CYTH3, GALNT3, S100A14, and ERI1 were the four potential biomarkers identified. Validation was performed on a cohort of n. 50 patients who underwent surgery followed by adjuvant carboplatin. Predictive models were established to predict chemosensitivity. The four biomarkers were also evaluated for their ability to prognosticate overall survival (OS) in three OC microarray expression datasets from The Gene Expression Omnibus. The extreme gradient boosting (XGBoost) algorithm was selected for the final model to validate the accuracy in an independent validation dataset (n = 10). CYTH3 and S100A14, followed by nodal stage, were the most important features. The signature of the four genes had a comparable prognosis to clinical information for two-year survival.

To date, only few studies attempted to apply ML to ultrasound evaluation of adnexal masses to predict benign or malignant histology.

On the other hand, some authors applied ML using only clinical and laboratory data to predict treatment response. To our best knowledge, this is the first ML algorithm basing on clinical, surgical, histophalogical and US features to predict PFS in patients diagnosed with OC.

The variables identified by the RFE as the attribute core set to predict the PFS had been already studied in literature.

In our cohort, age and menopausal status were negatively associated with PFS (Table 3). Consistently, Okunade et al. reported that age ≤ 55 years was an independent predictor of improved PFS [53]. In the study of Trifanescu et al., in premenopausal women, PFS was significantly higher than in post-menopausal ones [54].

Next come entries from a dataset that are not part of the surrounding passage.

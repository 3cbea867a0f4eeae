/**
 * The engine's public entry points: one plan at one facing, or the four facings of a plan, by
 * the procedure the caller names. Validation happens here unless the caller says the inputs are
 * already parsed (hot loops).
 */
import { hourlyCoolingDay } from "./cooling-day";
import { LoadInputError } from "./errors";
import { parsePlanInput, parseSiteConditions, type PlanInput, type SiteConditions } from "./input";
import { preparePlan, type PreparedPlan } from "./prepare-plan";
import {
  DEFAULT_LOAD_PROCEDURE,
  DESIGN_ESTIMATE_CAUTION,
  FACING_LABELS,
  LOAD_PROCEDURES,
  type FacingLoads,
  type LoadProcedure,
  type PlanFacings,
} from "./results";
import { prepareSite } from "./site";
import { CM2_PER_IN2 } from "./units";
import { computeResidentialLoadFactorFacing } from "./residential-load-factor/from-plan";
import { facadeAzimuthsDeg, normalizeAzimuth } from "./facing";
import { ENGINE_VERSION } from "./version";

export { ENGINE_VERSION };

export interface ComputeOptions {
  /**
   * Set when plan and site are already the output of parsePlanInput / parseSiteConditions
   * (hot loops: benchmark, bulk lot recompute); validation is then skipped. Such objects are
   * treated as immutable: the prepared plan is reused for the same object, so do not edit a
   * validated plan in place — parse the edited plan again.
   */
  validated?: boolean;
  /** The procedure to run (default: the handbook's residential load-factor procedure). */
  procedure?: LoadProcedure;
}

function validate(
  plan: unknown,
  site: unknown,
  options: ComputeOptions | undefined,
): { plan: PlanInput; site: SiteConditions } {
  if (options?.validated) return { plan: plan as PlanInput, site: site as SiteConditions };
  return { plan: parsePlanInput(plan), site: parseSiteConditions(site) };
}

function procedureOf(options: ComputeOptions | undefined): LoadProcedure {
  const procedure = options?.procedure ?? DEFAULT_LOAD_PROCEDURE;
  if (!LOAD_PROCEDURES.includes(procedure)) {
    throw new LoadInputError(
      "procedure",
      `unknown procedure ${JSON.stringify(procedure)}; choose one of ${LOAD_PROCEDURES.join(", ")}`,
    );
  }
  return procedure;
}

/** The handbook's residential load-factor procedure for one facing, in the engine's result shape. */
function loadFactorResult(plan: PlanInput, site: SiteConditions, facingAzimuthDeg: number): FacingLoads {
  const {
    rlf: _rows,
    applicability: _findings,
    house: _house,
    ...loads
  } = computeResidentialLoadFactorFacing(plan, site, facingAzimuthDeg);
  return loads;
}

function facingResult(p: PreparedPlan, facingAzimuthDeg: number, procedure: LoadProcedure): FacingLoads {
  const az = normalizeAzimuth(facingAzimuthDeg);
  return {
    engineVersion: ENGINE_VERSION,
    procedure,
    facingAzimuthDeg: az,
    facadeAzimuthsDeg: facadeAzimuthsDeg(az),
    heating: p.heating,
    cooling: hourlyCoolingDay(p, az),
    ventilation: {
      requiredCfm: p.air.ventilationRequiredCfm,
      providedCfm: p.air.ventilationProvidedCfm,
      kind: p.plan.ventilation.kind,
    },
    effectiveLeakageAreaIn2: p.air.elaCm2 / CM2_PER_IN2,
    notes: [...p.notes, p.storage.description],
    caution: DESIGN_ESTIMATE_CAUTION,
  };
}

/**
 * Heating and cooling loads of one plan with its front facing `facingAzimuthDeg` (degrees
 * clockwise from north; any real number, taken modulo 360).
 * Throws LoadInputError for bad input (unless `options.validated`).
 */
export function computeFacingLoads(
  plan: unknown,
  site: unknown,
  facingAzimuthDeg: number,
  options?: ComputeOptions,
): FacingLoads {
  if (typeof facingAzimuthDeg !== "number" || !Number.isFinite(facingAzimuthDeg)) {
    throw new LoadInputError(
      "facingAzimuthDeg",
      `must be a finite number of degrees, got ${String(facingAzimuthDeg)}`,
      {
        min: 0,
        max: 360,
        unit: "°",
      },
    );
  }
  const procedure = procedureOf(options);
  const valid = validate(plan, site, options);
  if (procedure === "residential-load-factor")
    return loadFactorResult(valid.plan, valid.site, facingAzimuthDeg);
  return facingResult(preparePlan(valid.plan, prepareSite(valid.site)), facingAzimuthDeg, procedure);
}

/** The four facings (front to N, E, S, W), the worst (largest cooling total) and the spread. */
export function computePlanFacings(plan: unknown, site: unknown, options?: ComputeOptions): PlanFacings {
  const procedure = procedureOf(options);
  const valid = validate(plan, site, options);
  const facingAt =
    procedure === "residential-load-factor"
      ? (az: number) => loadFactorResult(valid.plan, valid.site, az)
      : (
          (prepared) => (az: number) =>
            facingResult(prepared, az, procedure)
        )(preparePlan(valid.plan, prepareSite(valid.site)));
  const facings = FACING_LABELS.map((label, i) => ({ ...facingAt(i * 90), label }));
  let worst = facings[0];
  let min = facings[0].cooling.totalBtuh;
  for (const f of facings) {
    if (f.cooling.totalBtuh > worst.cooling.totalBtuh) worst = f;
    if (f.cooling.totalBtuh < min) min = f.cooling.totalBtuh;
  }
  return {
    engineVersion: ENGINE_VERSION,
    procedure,
    facings,
    worst: {
      label: worst.label,
      facingAzimuthDeg: worst.facingAzimuthDeg,
      coolingTotalBtuh: worst.cooling.totalBtuh,
    },
    coolingSpreadBtuh: worst.cooling.totalBtuh - min,
    caution: DESIGN_ESTIMATE_CAUTION,
  };
}
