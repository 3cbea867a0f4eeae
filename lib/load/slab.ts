/**
 * The cooling credit of a slab on grade, HoF 2021 SI ch. 17 eq. 22–23 (read in a stored copy,
 * p. 17.8): q = A × CF_slab, CF_slab = 1.9 − 1.4·h_srf W/m², with h_srf = 1/(R_cvr + 0.12) W/(m²·K)
 * the slab's effective surface conductance through its floor covering. Both procedures use it (the
 * hourly method as the same credit at every hour: the ground under a slab barely swings in a day).
 */
import { BTUH_FT2_PER_W_M2 } from "./units";
import type { SlabFloorCovering } from "./input";

/**
 * Floor-covering resistance R_cvr, m²·K/W. Carpet: 0.21, the heavy carpet over a rubber pad of the
 * chapter's example house (ch. 17 Table 17, read, citing Chapter 6 of the 2020 HVAC Systems and
 * Equipment volume); tile 0.01 (thin ceramic or vinyl tile, from memory); bare concrete 0.
 */
export const SLAB_FLOOR_COVERING_R_SI: Record<SlabFloorCovering, number> = {
  carpet: 0.21,
  tile: 0.01,
  bare: 0,
};

/** CF_slab of ch. 17 eq. 23 in W/m² (negative: a credit). */
export function slabCoolingFactorWm2(floorCoveringRSi: number): number {
  if (!(floorCoveringRSi >= 0) || floorCoveringRSi > 2) {
    throw new RangeError(`slab floor-covering resistance must be 0 to 2 m²·K/W, got ${floorCoveringRSi}`);
  }
  const hSrf = 1 / (floorCoveringRSi + 0.12);
  return 1.9 - 1.4 * hSrf;
}

/** The slab's cooling load, Btu/h (negative: a credit), for a slab area in ft². */
export function slabCoolingBtuh(slabAreaFt2: number, covering: SlabFloorCovering): number {
  return slabAreaFt2 * slabCoolingFactorWm2(SLAB_FLOOR_COVERING_R_SI[covering]) * BTUH_FT2_PER_W_M2;
}
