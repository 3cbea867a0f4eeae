/**
 * Duct losses and gains: a simple physical conduction-and-leakage model of our own.
 *
 * ENGINE.md names the HoF 2021 ch. 17 Table 6 duct loss/gain factors as the first method; that
 * table could not be read from the reference store during this work, so this model (which
 * ENGINE.md allows to replace it) is used instead. All its constants are from memory:
 * - duct surface area outside the envelope: supply 27 % and return 5 % of the conditioned floor
 *   area for one story, 65 % of that for two or more stories (the ASHRAE Standard 152 defaults,
 *   from memory);
 * - duct wall U = 1/(R_insulation + 0.7) Btu/h·ft²·°F (inside and outside films, from memory);
 * - supply air 55 °F cooling (20 °F below a 75 °F room) and 120 °F heating (common practice);
 * - supply leakage loses conditioned air; return leakage draws in the duct zone's air.
 *
 * With Q_env the envelope load and Q_c the conduction gain or loss, the equipment must supply
 * Q = (Q_env + Q_c) / (1 − s − r·ΔT_zone/ΔT_supply), s and r the supply and return leakage
 * fractions, ΔT_zone = |T_zone − T_room| and ΔT_supply the supply-air temperature difference.
 */
import type { DuctLocation, DuctsInput } from "./input";

export const HEATING_SUPPLY_DELTA_F = 50;
const DUCT_FILMS_R = 0.7;

export interface DuctGeometry {
  supplyAreaFt2: number;
  returnAreaFt2: number;
  uBtuPerHrFt2F: number;
  supplyLeakageFraction: number;
  returnLeakageFraction: number;
  outsideEnvelope: boolean;
}

export function ductGeometry(ducts: DuctsInput, conditionedFloorAreaFt2: number, stories: number): DuctGeometry {
  const outsideEnvelope = ductLocationIsOutside(ducts.location);
  const storyFactor = stories >= 2 ? 0.65 : 1;
  return {
    supplyAreaFt2: outsideEnvelope ? 0.27 * conditionedFloorAreaFt2 * storyFactor : 0,
    returnAreaFt2: outsideEnvelope ? 0.05 * conditionedFloorAreaFt2 * storyFactor : 0,
    uBtuPerHrFt2F: 1 / (ducts.insulationR + DUCT_FILMS_R),
    supplyLeakageFraction: outsideEnvelope ? ducts.supplyLeakagePct / 100 : 0,
    returnLeakageFraction: outsideEnvelope ? ducts.returnLeakagePct / 100 : 0,
    outsideEnvelope,
  };
}

/** Ducts in conditioned space (or a conditioned crawlspace) add no load. */
export function ductLocationIsOutside(location: DuctLocation): boolean {
  return location !== "conditioned-space" && location !== "conditioned-crawlspace";
}

export interface DuctLoad {
  /** Added sensible load, Btu/h (conduction + leakage). */
  sensibleBtuh: number;
  /** Added latent load from return leakage (cooling only), Btu/h. */
  latentBtuh: number;
  /** 1 − s − r·ΔT_zone/ΔT_supply, the denominator above. */
  deliveryFraction: number;
}

/**
 * Duct load for one condition.
 * @param envelopeSensibleBtuh the load the rooms need (positive).
 * @param zoneF the duct zone's air temperature.
 * @param roomF the indoor set point.
 * @param supplyDeltaF supply-air temperature difference from the room.
 * @param latentPerCfmDeltaGr 0.69·(P/P0)·Δgrains of the zone air relative to the room (cooling), 0 for heating.
 * @param sensibleFactor 1.10·(P/P0).
 */
export function ductLoad(
  geometry: DuctGeometry,
  envelopeSensibleBtuh: number,
  mode: "heating" | "cooling",
  zoneF: number,
  roomF: number,
  supplyDeltaF: number,
  sensibleFactor: number,
  latentPerCfm: number,
): DuctLoad {
  if (!geometry.outsideEnvelope) return { sensibleBtuh: 0, latentBtuh: 0, deliveryFraction: 1 };
  const supplyF = mode === "cooling" ? roomF - supplyDeltaF : roomF + supplyDeltaF;
  const zoneDeltaF = mode === "cooling" ? zoneF - roomF : roomF - zoneF;
  const supplyConductionBtuh =
    geometry.uBtuPerHrFt2F * geometry.supplyAreaFt2 * (mode === "cooling" ? zoneF - supplyF : supplyF - zoneF);
  const returnConductionBtuh = geometry.uBtuPerHrFt2F * geometry.returnAreaFt2 * zoneDeltaF;
  const conductionBtuh = supplyConductionBtuh + returnConductionBtuh;
  const deliveryFraction =
    1 - geometry.supplyLeakageFraction - (geometry.returnLeakageFraction * zoneDeltaF) / supplyDeltaF;
  if (deliveryFraction < 0.3) {
    throw new RangeError(
      `duct leakage of ${Math.round(geometry.supplyLeakageFraction * 100)} % supply / ` +
        `${Math.round(geometry.returnLeakageFraction * 100)} % return leaves under 30 % of the supply air useful ` +
        `at a ${zoneF.toFixed(0)} °F duct zone`,
    );
  }
  const totalSensibleBtuh = (envelopeSensibleBtuh + conductionBtuh) / deliveryFraction;
  const cfm = totalSensibleBtuh / (sensibleFactor * supplyDeltaF);
  const latentBtuh = mode === "cooling" ? Math.max(0, geometry.returnLeakageFraction * cfm * latentPerCfm) : 0;
  return { sensibleBtuh: totalSensibleBtuh - envelopeSensibleBtuh, latentBtuh, deliveryFraction };
}
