/** Result types of the load engine (plain data). */

/**
 * The two procedures the engine runs. residential-load-factor: the handbook's own residential
 * load-factor procedure (HoF 2021 ch. 17); hourly: Platload's hourly design-day method with heat
 * storage (radiant and conduction time series, HoF 2021 ch. 18). An account picks the one that
 * sizes equipment; the other is shown beside it.
 */
export const LOAD_PROCEDURES = ["residential-load-factor", "hourly"] as const;
export type LoadProcedure = (typeof LOAD_PROCEDURES)[number];
export const DEFAULT_LOAD_PROCEDURE: LoadProcedure = "residential-load-factor";
export const LOAD_PROCEDURE_LABELS: Record<LoadProcedure, string> = {
  "residential-load-factor": "Handbook residential load-factor procedure (HoF 2021 ch. 17)",
  hourly: "Hourly design day with heat storage (HoF 2021 ch. 18 time series)",
};

export const HEATING_COMPONENTS = [
  "walls",
  "windows",
  "doors",
  "ceilings",
  "vaultedCeilings",
  "skylights",
  "floors",
  "slab",
  "foundationWalls",
  "garageWall",
  "infiltration",
  "ventilation",
  "ducts",
] as const;
export type HeatingComponent = (typeof HEATING_COMPONENTS)[number];

/**
 * Cooling sensible components. temperatureSwing: the hourly method's credit for letting the rooms
 * drift up to the design swing at the peak (negative or zero; lib/load/temperature-swing.ts).
 */
export const COOLING_SENSIBLE_COMPONENTS = [...HEATING_COMPONENTS, "internal", "temperatureSwing"] as const;
export type CoolingSensibleComponent = (typeof COOLING_SENSIBLE_COMPONENTS)[number];

export const COOLING_LATENT_COMPONENTS = ["infiltration", "ventilation", "internal", "ducts"] as const;
export type CoolingLatentComponent = (typeof COOLING_LATENT_COMPONENTS)[number];

export type ComponentLoads<K extends string> = Record<K, number>;

export interface HeatingResult {
  totalBtuh: number;
  byComponent: ComponentLoads<HeatingComponent>;
  outdoorF: number;
  indoorF: number;
  infiltrationCfm: number;
  /** Temperatures used for buffer spaces, °F. */
  atticF: number | null;
  garageF: number;
  basementF: number | null;
}

export interface CoolingResult {
  sensibleBtuh: number;
  latentBtuh: number;
  totalBtuh: number;
  /** Solar hour 1–24 of the peak total sensible load; null for a procedure that gives the peak only. */
  peakHour: number | null;
  sensibleByComponent: ComponentLoads<CoolingSensibleComponent>;
  latentByComponent: ComponentLoads<CoolingLatentComponent>;
  /** Window solar + conduction at the peak hour by facade, Btu/h. */
  windowsByFacadeBtuh: { front: number; left: number; back: number; right: number };
  /**
   * Total sensible load at the fixed set point for solar hours 1–24 (index 0 = hour 1), Btu/h,
   * before the temperature-swing credit; empty for a procedure that gives the peak only (the
   * residential load-factor procedure).
   */
  hourlySensibleBtuh: number[];
  hourlyOutdoorF: number[];
  outdoorF: number;
  indoorF: number;
  atticF: number | null;
  infiltrationCfm: number;
  /** Outdoor and indoor humidity ratios, grains per lb dry air. */
  outdoorHumidityRatioGr: number;
  indoorHumidityRatioGr: number;
  sensibleHeatRatio: number;
  /** Supply airflow, cfm = sensible / (1.10·(P/P0)·ΔT_supply). */
  airflowCfm: number;
  tons: number;
  floorAreaPerTonFt2: number;
}

export interface FacingLoads {
  engineVersion: string;
  /** The procedure that produced these loads. */
  procedure: LoadProcedure;
  /** Azimuth the front facade faces, degrees clockwise from north. */
  facingAzimuthDeg: number;
  /** Azimuths of the four facades for this facing. */
  facadeAzimuthsDeg: { front: number; left: number; back: number; right: number };
  heating: HeatingResult;
  cooling: CoolingResult;
  ventilation: { requiredCfm: number; providedCfm: number; kind: string };
  effectiveLeakageAreaIn2: number;
  /** Assumptions and defaults applied, for display beside the result. */
  notes: string[];
  caution: string;
}

export const FACING_LABELS = ["N", "E", "S", "W"] as const;
export type FacingLabel = (typeof FACING_LABELS)[number];

export interface PlanFacings {
  engineVersion: string;
  procedure: LoadProcedure;
  /** Front to N, E, S, W (azimuth 0, 90, 180, 270). */
  facings: Array<FacingLoads & { label: FacingLabel }>;
  worst: { label: FacingLabel; facingAzimuthDeg: number; coolingTotalBtuh: number };
  /** Max − min cooling total over the four facings, Btu/h. */
  coolingSpreadBtuh: number;
  caution: string;
}

export const DESIGN_ESTIMATE_CAUTION =
  "Design estimate only, computed with published ASHRAE methods as implemented in Platload; it is not a certified " +
  "or approved implementation of any standard's or code's procedure. Local codes and a licensed professional's review " +
  "govern equipment sizing.";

In clinical practice, residual tumor is regarded as the most important factor for PFS [53]. Patients with absence of residual tumor after primary debulking surgery or interval debulking surgery have an increased PFS and OS rates compared to patients with residual tumor [55]. However, in our study, this was not identified by ML as a predictor of prognosis. Of note running a LR for inferential purpose, residual tumor was found associated with PFS (OR 3.04, 95% CI 1.62–4.46, data not shown). Additionally, residual tumor was strongly correlated with high FIGO Stage in our cohort (Cramer’s V = 0.91, data not shown). In this regard, on building a XGBoost-based RFE wrapper, it must be noticed that such multicollinearity is auto-handled and algorithm only keeps one of autocorrelated attributes for splitting trees [56]. This might explain why residual tumor was not included in the attribute core set.

The main limitation of our study is the low sample size, which in fundamental in ML research. Neverdless RFF as proven robust in previous studies with low or similar sample size [23]. To be adopted in clinical practice, the algorithm will need extensive external validation on larger prospective cohorts.

In gynecologic oncology, ML is a step toward precision medicine, leading to an improved patient profile and personalized treatment.

This model could be applied at the time of diagnosis to predict 12 month PFS in patients with OC. Ultrasound is a simple, non-invasive and inexpensive examination. The creation of a ML approach applied to gynecological ultrasound could allow to personalize the follow-up, stratifying patients according to the predicted PFS, intensifying the prescription of instrumental examinations in high-risk patients and reducing the request in low-risk patients.

This algorithm requires few easy-to-collect attributes. Further studies are needed to assess the potential of ML algorithms in routine gynecologic care.